Navigating the uncertainty of the French elections

Tens of thousands of people rallying in a Paris square on a rainy Sunday afternoon was a surprising sight, even by French standards. François Fillon had revealed a few days earlier that he was refusing to stand down despite having promised to do so if placed under formal investigation; as he is under a formal investigation for paying his family public money for allegedly fake jobs. Up to 100 leading figures in his party had publicly disavowed him and there was talk of Alain Juppé – the loser in the primary – replacing him as candidate at the last minute.

Yet the crowds came out for Fillon, creating a positive atmosphere around the main right wing contender for the first time in months. ‘If the square had been sparse; I would have reconsidered’ said Fillon on Tuesday, as he consolidated his grip on the candidacy.

This episode was the latest in a highly unusual campaign the outcome of which could – as The Economist recently put it – ‘revitalise the European Union, or wreck it’.

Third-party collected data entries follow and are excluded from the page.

// A respondent CSV file read in two halves at once (the second by a worker thread, dist/data/read-worker.js, so these
// tests run against the compiled build that `npm test` makes first) gives the same cube, or the same InputError with
// the same row, as the file read in one. Files are random: quoted names holding commas, doubled quotes or line breaks
// (also across the split point), CRLF or LF, a byte-order mark, blank lines and answers, bad answers, a last line with
// no line break. The split must be taken for clean files, so that the comparison is not of one path with itself.
import { mkdtempSync, writeFileSync } from 'node:fs';
import { tmpdir } from 'node:os';
import { join } from 'node:path';
import fc from 'fast-check';
import { describe, expect, it } from 'vitest';
import { readCube as readCubeSrc } from '../../src/data/cube.js';
import type { ReadCubeOptions } from '../../src/data/cube.js';
import { respondentsSource } from './sources.js';

// The build's own module, so that the worker script resolves beside it (as in the installed package).
const built = (await import('../../dist/data/cube.js')) as { readCube: typeof readCubeSrc };

const tmp = mkdtempSync(join(tmpdir(), 'warrant-parallel-read-'));
let counter = 0;
const file = (text: string) => {
  const path = join(tmp, `f${counter++}.csv`);
  writeFileSync(path, text);
  return path;
};

async function outcome(read: typeof readCubeSrc, path: string, options: ReadCubeOptions): Promise<unknown> {
  const src = respondentsSource(path, { questions: ['q1', 'q2', 'q3'], notApplicableCodes: [9], period: 'year' });
  try {
    const cube = await read(src, ['unit', 'year'], 'r.csv', options);
    return { rows: cube.rows, cells: cube.cells, values: cube.values };
  } catch (e) {
    return { error: (e as Error).message };
  }
}

const written = (v: string, quote: boolean): string => (quote || /[",\r\n]/.test(v) ? `"${v.replace(/"/g, '""')}"` : v);

describe('a respondent file read in two halves at once', () => {
  const unit = fc.constantFrom('Farrowdale 1', 'Llyn Naïf, Tŷ Ŵern 2', 'Łąkowo, Cwm-ŷd 3', 'Ashmere 4', 'Ivelwick 5', ' Padded ', 'Aa', 'BB');
  const odd = fc.constantFrom('Say "hi" 6', 'Two\nlines 7', 'Three\r\nlines\n8');
  const year = fc.constantFrom('2025', '2026');
  const answer = fc.constantFrom('1', '2', '3', '4', '5', '5', '4', '', '', '9');
  const bad = fc.constantFrom('7', 'x', ' 3', '4.0');
  const line = (withOdd: boolean, withBad: boolean) =>
    fc.oneof(
      { weight: 20, arbitrary: fc.tuple(unit, fc.boolean(), year, answer, answer, answer) },
      { weight: withOdd ? 2 : 0, arbitrary: fc.tuple(odd, fc.constant(true), year, answer, answer, answer) },
      { weight: withBad ? 1 : 0, arbitrary: fc.tuple(unit, fc.boolean(), year, bad, answer, answer) },
      { weight: 1, arbitrary: fc.constant('blank' as const) },
    );
  const table = fc.tuple(fc.boolean(), fc.boolean()).chain(([o, b]) => fc.array(line(o, b), { minLength: 40, maxLength: 120 }));

  it('gives the cube or the error of the file read in one, and takes the second half when it is clean', async () => {
    let clean = 0;
    let taken = 0;
    await fc.assert(
      fc.asyncProperty(table, fc.constantFrom('\n', '\r\n'), fc.boolean(), fc.boolean(), fc.integer({ min: 16, max: 120 }), async (rows, nl, bom, lastBreak, chunkSize) => {
        const lines = rows.map((t) => (t === 'blank' ? '' : [written(t[0], t[1]), 'Subject A', t[2], t[3], t[4], t[5]].join(',')));
        const path = file((bom ? '\ufeff' : '') + ['unit,subject,year,q1,q2,q3', ...lines].join(nl) + (lastBreak ? nl : ''));
        const splits: boolean[] = [];
        const reference = await outcome(readCubeSrc, path, { parallelFrom: Infinity });
        expect(await outcome(built.readCube, path, { parallelFrom: 0, chunkSize, onSplit: (t) => splits.push(t) })).toEqual(reference);
        const plain = rows.every((t) => t === 'blank' || (!/["\n]/.test(t[0]) && ['', '1', '2', '3', '4', '5', '9'].includes(t[3])));
        if (plain) {
          clean += 1;
          if (splits[0] === true) taken += 1;
        }
      }),
      { numRuns: 120 },
    );
    // Clean files: the split point lies past the first pieces read (40 lines or more, pieces of 120 bytes or fewer),
    // so the worker's tally is used in all of them.
    expect(clean).toBeGreaterThan(10);
    expect(taken).toBe(clean);
  });

  it('names the earliest bad row when bad rows lie in both halves', async () => {
    const lines = Array.from({ length: 400 }, (_, i) => `Unit ${i % 7},S,2026,${i === 350 || i === 120 ? 7 : (i % 5) + 1},2,3`);
    const path = file(['unit,subject,year,q1,q2,q3', ...lines].join('\n') + '\n');
    const result = (await outcome(built.readCube, path, { parallelFrom: 0, chunkSize: 512 })) as { error: string };
    // Row numbers as a spreadsheet shows them: the header is row 1, line i of the table row i + 2.
    expect(result.error).toContain('row 122');
    expect(result.error).toContain('row 352');
    expect(result).toEqual(await outcome(readCubeSrc, path, { parallelFrom: Infinity }));
  });

  it('leaves no worker running after a read that fails in its first half', async () => {
    const lines = Array.from({ length: 4000 }, (_, i) => `Unit ${i % 7},S,2026,${i === 3 ? 'x' : (i % 5) + 1},2,3`);
    const path = file(['unit,subject,year,q1,q2,q3', ...lines].join('\n') + '\n');
    const result = (await outcome(built.readCube, path, { parallelFrom: 0, chunkSize: 256 })) as { error: string };
    expect(result.error).toContain('row 5');
    await new Promise((r) => setTimeout(r, 200));
    expect(process.getActiveResourcesInfo().filter((r) => /worker|messageport/i.test(r))).toEqual([]);
  });
});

With fewer than 50 days to go, and many potential upheavals, the French election is making every European chancellery jittery – including Theresa May’s team. A victory from any of the three leading contenders, Macron, Fillon and Le Pen, would have very different consequences for Britain and the Brexit process.

The reigning socialist party has almost ruled itself out of the election: President Hollande has refused to stand for re-election, and the party’s primary elected Benoît Hamon, a rebel backbencher from the party’s left wing whose polls ratings have stagnated at 15%. Many of the socialist party’s centre ground are attracted by the dynamism of Macron, the youthful ex-economy minister who is running as an independent and has topped the polls for the first time this week.

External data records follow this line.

async function summaryCube(
  source: CubeSource,
  needed: string[],
  body: AsyncIterable<SheetRow[]>,
  headerRow: number,
  names: string[],
  column: ColumnOf,
  where: Where,
  style: NumberStyle,
  markers: ReadonlySet<string> = markerSet(undefined),
): Promise<CubeBody> {
  if (source.respondents === undefined) {
    throw new InputError({ ...where, field: 'respondents', problem: `Source "${source.id}" does not name the column with the number who answered`, fix: 'Add "respondents: <column name>" to the source in the claims file' });
  }
  if (source.agree === undefined && source.agreePercent === undefined) {
    throw new InputError({ ...where, field: 'agree', problem: `Source "${source.id}" names neither a count nor a percent agreeing column`, fix: 'Add "agree: <column name>" or "agree_percent: <column name>" to the source in the claims file' });
  }
  const nCol = column(source.respondents, 'respondents');
  const agreeCol = source.agree !== undefined ? column(source.agree, 'agree') : undefined;
  const pctCol = agreeCol === undefined && source.agreePercent !== undefined ? column(source.agreePercent, 'agree_percent') : undefined;
  const popCol = source.population !== undefined ? column(source.population, 'population') : undefined;
  const numericNames = [...new Set(source.numeric ?? [])];
  const numericIdx = numericNames.map((c) => column(c, 'numeric'));
  const measures = new Set([nCol, agreeCol, pctCol, popCol, ...numericIdx].filter((i): i is number => i !== undefined));
  const dimIdx: number[] = [];
  names.forEach((n, i) => {
    if (n !== '' && !measures.has(i)) dimIdx.push(i);
  });
  const dimensions = dimIdx.map((i) => names[i]!);
  for (const d of needed) {
    if (!dimensions.includes(d)) {
      const isMeasure = [source.respondents, source.agree, source.agreePercent, source.population, ...numericNames].includes(d);
      throw new InputError({
        ...where,
        row: headerRow,
        field: d,
        found: d,
        problem: isMeasure ? 'A claim selects on a column that holds counts, not groups' : 'A claim selects on a column the file does not have',
        fix: fixFor(d, dimensions, 'group columns'),
      });
    }
  }
  const nName = names[nCol]!;
  const agreeName = agreeCol !== undefined ? names[agreeCol]! : undefined;
  const pctName = pctCol !== undefined ? names[pctCol]! : undefined;
  const popName = popCol !== undefined ? names[popCol]! : undefined;

  const problems = new Problems(where);
  const cells = new Map<string, Cell>();
  const percents = new Map<Cell, PercentValue>();
  let rows = 0;
  let lastRow = headerRow;
  let suppressedRows = 0;
  const markerCounts = new Map<string, number>();
  const footnotes = new Map<string, { marker: string; cells: number; example: string; row: number }>();
  const countColumns = [nCol, agreeCol ?? pctCol].filter((i): i is number => i !== undefined);
  /** A measure cell's text: trimmed, with a footnote marker after a number taken off (and noted once per marker). */
  const measureText = (r: SheetRow, i: number | undefined): string => {
    if (i === undefined) return '';
    const t = (r.values[i] ?? '').trim();
    const f = splitFootnote(t);
    if (f === undefined) return t;
    const seen = footnotes.get(f.marker);
    if (seen === undefined) footnotes.set(f.marker, { marker: f.marker, cells: 1, example: t, row: r.row });
    else seen.cells += 1;
    return f.number;
  };
  const handle = (r: SheetRow): void => {
    rows += 1;
    lastRow = r.row;
    const text = (i: number | undefined) => (i === undefined ? '' : (r.values[i] ?? '').trim());
    const dims: Record<string, string> = {};
    dimIdx.forEach((i, k) => {
      dims[dimensions[k]!] = text(i);
    });
    /** This row's group key, or undefined (with the problem noted) when an earlier row already gave the group. */
    const newGroupKey = (): string | undefined => {
      const key = JSON.stringify(dimIdx.map((i) => text(i)));
      const earlier = cells.get(key);
      if (earlier === undefined) return key;
      const label = dimensions.map((d) => `${d} = ${dims[d]}`).join(', ');
      problems.add({ row: r.row, field: dimensions.join(', '), found: label, problem: `This row repeats the group of row ${earlier.firstRow}`, fix: `Keep one row per group: remove or merge rows ${earlier.firstRow} and ${r.row}, or add the column that tells them apart` });
      return undefined;
    };
    const measureTexts = [nCol, agreeCol ?? pctCol, popCol].filter((i): i is number => i !== undefined).map(text);
    if (measureTexts.every((t) => t === '')) {
      problems.add({
        row: r.row,
        field: nName,
        found: '',
        problem: 'This row names a group but has no counts',
        fix: `Fill in the counts for this row, or delete the row; if the table ends above it and the rows from here on are notes, set the table's last row with "last_row: ${r.row - 1}" in the source`,
      });
      return;
    }
    // A count withheld in the release: the row is kept as a suppressed group (no number guessed) and counted.
    const withheld = countColumns.map(text).filter((t) => isSuppressedMarker(t, markers));
    if (withheld.length > 0) {
      for (const m of withheld) markerCounts.set(m, (markerCounts.get(m) ?? 0) + 1);
      const key = newGroupKey();
      if (key === undefined) return;
      const cell: Cell = { dims, n: 0, agree: 0, approximate: false, firstRow: r.row, suppressed: true };
      if (numericNames.length > 0) cell.numeric = Object.fromEntries(numericNames.map((name) => [name, { weightedSum: 0, weight: 0 }]));
      cells.set(key, cell);
      suppressedRows += 1;
      return;
    }
    const blank = (name: string) => problems.add({ row: r.row, field: name, found: '', problem: 'A count is blank in a row that has other counts', fix: 'Fill in the missing number, or delete the row' });
    let ok = true;
    const nText = measureText(r, nCol);
    const n = nText === '' ? (blank(nName), undefined) : parseCount(nText, r.row, nName, problems, style);
    let agree: number | undefined;
    let pct: PercentValue | undefined;
    if (agreeCol !== undefined) {
      const t = measureText(r, agreeCol);
      agree = t === '' ? (blank(agreeName!), undefined) : parseCount(t, r.row, agreeName!, problems, style);
      ok &&= agree !== undefined;
    } else {
      const t = measureText(r, pctCol);
      pct = t === '' ? (blank(pctName!), undefined) : parsePercent(t, r.row, pctName!, problems, style);
      ok &&= pct !== undefined;
    }
    let population: number | undefined;
    let populationWithheld = false;
    if (popCol !== undefined) {
      const t = measureText(r, popCol);
      if (isSuppressedMarker(t, markers)) {
        populationWithheld = true;
        markerCounts.set(t, (markerCounts.get(t) ?? 0) + 1);
      } else {
        population = t === '' ? (blank(popName!), undefined) : parseCount(t, r.row, popName!, problems, style);
        ok &&= population !== undefined;
      }
    }
    const numericValues = numericIdx.map((i) => {
      const before = problems.list.length;
      const t = measureText(r, i);
      const x = isSuppressedMarker(t, markers) ? undefined : parseNumeric(t, r.row, names[i]!, problems, style);
      if (problems.list.length > before) ok = false;
      return x;
    });
    if (n === undefined || !ok) return;
    if (agree !== undefined && agree > n) {
      problems.add({ row: r.row, field: agreeName!, found: String(agree), problem: `More people agreed than answered (${agree} agreeing, ${n} respondents)`, fix: 'Check the two counts on this row; the agreeing count cannot exceed the number who answered' });
      return;
    }
    if (population !== undefined && n > population) {
      problems.add({ row: r.row, field: popName!, found: String(population), problem: `More people answered than were eligible (${n} respondents, population ${population})`, fix: 'Check the population column: it should hold the number eligible to answer' });
      return;
    }
    const key = newGroupKey();
    if (key === undefined) return;
    const cell: Cell = { dims, n, agree: agree ?? 0, approximate: pct !== undefined, firstRow: r.row };
    if (population !== undefined) cell.population = population;
    if (populationWithheld) cell.populationSuppressed = true;
    if (numericNames.length > 0) {
      const numeric: Record<string, { weightedSum: number; weight: number }> = {};
      numericNames.forEach((name, k) => {
        const x = numericValues[k];
        numeric[name] = x === undefined ? { weightedSum: 0, weight: 0 } : { weightedSum: x * n, weight: n };
      });
      cell.numeric = numeric;
    }
    cells.set(key, cell);
    if (pct !== undefined) percents.set(cell, pct);
  };
  // The table ends at the last row the source names, or at a blank row after which no row looks like data: rows
  // after a blank row are held until one looks like data (then they were table rows after all) or the file ends
  // (then they are notes).
  let afterBlank = false;
  let seenRow = headerRow;
  let held: SheetRow[] = [];
  const notes: SheetRow[] = [];
  const flush = (): void => {
    for (const h of held) handle(h);
    held = [];
  };
  for await (const batch of body) for (const r of batch) {
    const blankRow = isBlankRow(r.values);
    if (source.lastRow !== undefined && r.row > source.lastRow) {
      if (!blankRow) notes.push(r);
      continue;
    }
    // A workbook leaves empty rows out: a gap in the row numbers is a blank row too.
    if (rows > 0 && source.lastRow === undefined && r.row > seenRow + 1) afterBlank = true;
    seenRow = r.row;
    if (blankRow) {
      if (rows > 0 && source.lastRow === undefined) afterBlank = true;
      continue;
    }
    if (afterBlank) {
      if (looksLikeDataRow(r.values, countColumns, markers)) {
        flush();
        afterBlank = false;
        handle(r);
      } else {
        held.push(r);
        if (held.length > MAX_NOTE_ROWS) {
          flush();
          afterBlank = false;
        }
      }
      continue;
    }
    handle(r);
  }
  notes.push(...held);
  problems.throwIfAny();
  if (rows === 0) throw noDataRows(where, headerRow);
  const tableEnd: TableEnd | undefined =
    notes.length > 0
      ? { lastRow: source.lastRow ?? lastRow, noteRows: notes.length, firstNoteRow: notes[0]!.row, firstNote: quoteRow(notes[0]!.values), by: source.lastRow !== undefined ? 'source' : 'detected' }
      : undefined;
  const readNotes = {
    ...(suppressedRows > 0 ? { suppressedRows } : {}),
    ...(markerCounts.size > 0 ? { suppressedMarkers: Object.fromEntries(markerCounts) } : {}),
    ...(footnotes.size > 0 ? { footnotes: [...footnotes.values()] } : {}),
    ...(tableEnd !== undefined ? { tableEnd } : {}),
  };

  const notesText: string[] = [];
  if (pctName !== undefined) {
    const all = [...percents.values()];
    const fractionLike = all.find((p) => !p.sign && p.value < 1 && !Number.isInteger(p.value));
    const percentLike = all.find((p) => p.sign || p.value > 1);
    if (fractionLike !== undefined && percentLike !== undefined) {
      throw new InputError({
        ...where,
        row: fractionLike.row,
        field: pctName,
        found: fractionLike.text,
        problem: `The percent column mixes fractions with percentages: row ${fractionLike.row} has "${fractionLike.text}" (a fraction of 1?) but row ${percentLike.row} has "${percentLike.text}" (a percentage)`,
        fix: 'Write every value in the column on one scale: 72% or 72 for seventy-two percent throughout, or 0.72 throughout; a percentage below 1 needs its % sign, e.g. 0.5%',
      });
    }
    const fractions = fractionLike !== undefined;
    if (fractions) {
      notesText.push(`The values in "${pctName}" are all between 0 and 1, so they were read as fractions (0.72 means 72%).`);
    }
    notesText.push(`Agreeing counts were worked out from the rounded percentages in "${pctName}", so they are approximate.`);
    for (const [cell, p] of percents) {
      const share = fractions ? p.value : p.value / 100;
      cell.agree = Math.min(cell.n, Math.round(share * cell.n));
    }
  }
  const list = [...cells.values()];
  return {
    rows,
    dimensions,
    cells: list,
    values: distinctValues(dimensions, list),
    approximate: pctName !== undefined && list.length > 0,
    hasPopulation: popCol !== undefined,
    ...(notesText.length > 0 ? { notes: notesText } : {}),
    ...(numericNames.length > 0 ? { numericColumns: numericNames } : {}),
    ...readNotes,
  };
}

Theoretically, a victory from Emmanuel Macron would comfort the current status quo. He is the only candidate to support the EU, and has made clear that he would make common cause with other member states over Brexit negotiations. However, he is currently without a party and has made the bold pledge to field at least 50% of inexperienced candidates at the June Parliamentary elections. His position would have to evolve depending on the majority he obtains.

As François Fillon has moved away from his party base to take a more populist approach, his stance on Europe has also become more uncompromising. A moderate Anglophile during his year as Nicolas Sarkozy’s Prime Minister, he has had some tough words for the EU since becoming candidate – and has been making the pledge to make France the first ‘European Power’. His victory would inevitably lead to a realignment of the EU position on Brexit.

Marine Le Pen is the most radical candidate, campaigning on an exit from the Euro and a Frexit referendum by 2017. Paradoxically, a victory for the leader of the Front National could be good for the UK – at least in the short term. A Front National president would divert the attention of European officials away from Brexit and towards a likely Euro crisis, while at the same time significantly softening France’s stance towards Britain. The obvious unknown would be the long-term economic consequences of such an outcome.

There could still be an upsurge of one of the left-wing candidates – Benoît Hamon and Jean-Luc Mélenchon – whose anti-austerity perspective would alter the balance of power within Europe.

The British Government will be watching closely as the campaign develops, as it will present the first real challenge to the conduct of negotiations and will affect Britain’s stance either way.